The CLI is a thin wrapper around `gharc.process_range`, which you can call directly:

```python
from datetime import datetime
import gharc

gharc.setup_logging()
gharc.process_range(
    start=datetime(2024, 1, 1),
    end=datetime(2024, 1, 2),
    repos=["apache/spark"],
    event_types=None,
    output="spark_one_day.jsonl",
    workers=4,
)

gharc.jsonl_to_parquet("spark_one_day.jsonl", "spark_one_day.parquet")
```

`__all__` in `gharc/__init__.py` lists the public surface (`process_range`, `jsonl_to_parquet`, `DataWriter`, `parse_date`, `date_range`, `get_url_for_time`, `setup_logging`, plus the filter helpers).

---

##  Automating Bulk Downloads

For long date ranges, the included [`examples/orchestrator.py`](examples/orchestrator.py) script runs `gharc` month by month so each year produces one Parquet file per month rather than one giant output:

```bash
python examples/orchestrator.py \
    --start 2023-01-01 \
    --end 2024-01-01 \
    --repos "apache/spark,pandas-dev/pandas" \
    --output-dir ./gharc_out \
    --workers 4
```

---

## Repository Layout

```
gharc/
├── src/gharc/        # Library + CLI entry point
├── tests/            # pytest test suite
├── benchmarks/       # Reproducible runs that back the performance claims
├── examples/         # Driver scripts (e.g. month-by-month orchestrator)
├── paper/            # paper.md, paper.bib, figures (the JOSS submission)
└── CITATION.cff      # GitHub-detectable citation metadata
```

---

## Contributing

Contributions are welcome. Please read [CONTRIBUTING.md](CONTRIBUTING.md) for details on the process for submitting pull requests.

**Running Tests:**

```bash
pip install -e ".[test]"
pytest tests/
```

---

## Citation

The accompanying paper is at [`paper/paper.pdf`](paper/paper.pdf) and is rebuilt automatically on every push by the [Paper CI workflow](.github/workflows/paper.yml).

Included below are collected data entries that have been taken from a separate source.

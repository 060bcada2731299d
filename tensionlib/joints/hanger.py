"""A gusset that is the stem of a tee hung from its support by bolts in tension."""

from __future__ import annotations

from dataclasses import dataclass

from tensionlib.errors import InputError
from tensionlib.joints.stated import THREADS, Length, Stated, choice
from tensionlib.quantities import ANGLE, Quantity, count, door, factor, quantity


@dataclass(frozen=True)
class Hanger(Stated):
    """The flange of a tee, or an end plate, bolted to the support.

    Parameters
    ----------
    bolts : str
        Size, class and category, for example "M20 8.8/TB".
    number : int
        Bolts in tension, an even number: half on each side of the stem.
    gauge : length
        Bolt line to bolt line across the stem.
    tributary : length
        Length of flange along the stem that each bolt bends: the pitch, and no more than the gauge.
    thickness : length
        Of the flange.
    steel : str
        Grade of the flange.
    threads : str
        For the shear: "in shear plane" or "out of shear plane".
    angle : angle, optional
        Between the force and the bolts' axis; 0 unless given. The rest is shear.
    prying : number
        Allowance on the bolts' tension for prying, 0.3 unless given (common practice, no source).
    """

    bolts: str
    number: int
    gauge: Length
    tributary: Length
    thickness: Length
    steel: str
    threads: str = "in shear plane"
    angle: Quantity | str | None = None
    prying: float = 0.3

    def __post_init__(self) -> None:
        for name in ("bolts", "steel"):
            if not isinstance(getattr(self, name), str):
                raise InputError(f"{name}: got {getattr(self, name)!r}; a name is due")
        number = count("number", self.number, at_least=2)
        if number % 2:
            raise InputError(f"number: got {number}; an even number of bolts is due")
        object.__setattr__(self, "number", number)
        for name, example in (("gauge", "120 mm"), ("tributary", "80 mm"), ("thickness", "20 mm")):
            self._length(name, example=example, due=True)
        choice("threads", self.threads, THREADS)
        taken = quantity(0.0, ANGLE) if self.angle is None else self.angle
        turned = door("angle", taken, ANGLE, at_least=0.0, example="30 deg")
        if turned.internal > 1.5:
            raise InputError("angle: 85 degrees from the bolts' axis at most; else they only shear")
        object.__setattr__(self, "angle", turned)
        object.__setattr__(self, "prying", factor("prying", self.prying, at_least=0.0, at_most=2.0))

If you use `gharc` in your research, please cite it using the metadata in `CITATION.cff` or as follows:

```bibtex
@software{gharc2026,
  author = {Panwar, Arav},
  title = {gharc: A stream-and-filter tool for the GitHub Archive on consumer hardware},
  year = {2026},
  url = {https://github.com/aravpanwar/gharc}
}

```

---

## License

This project is licensed under the MIT License - see the [LICENSE](LICENSE) file for details.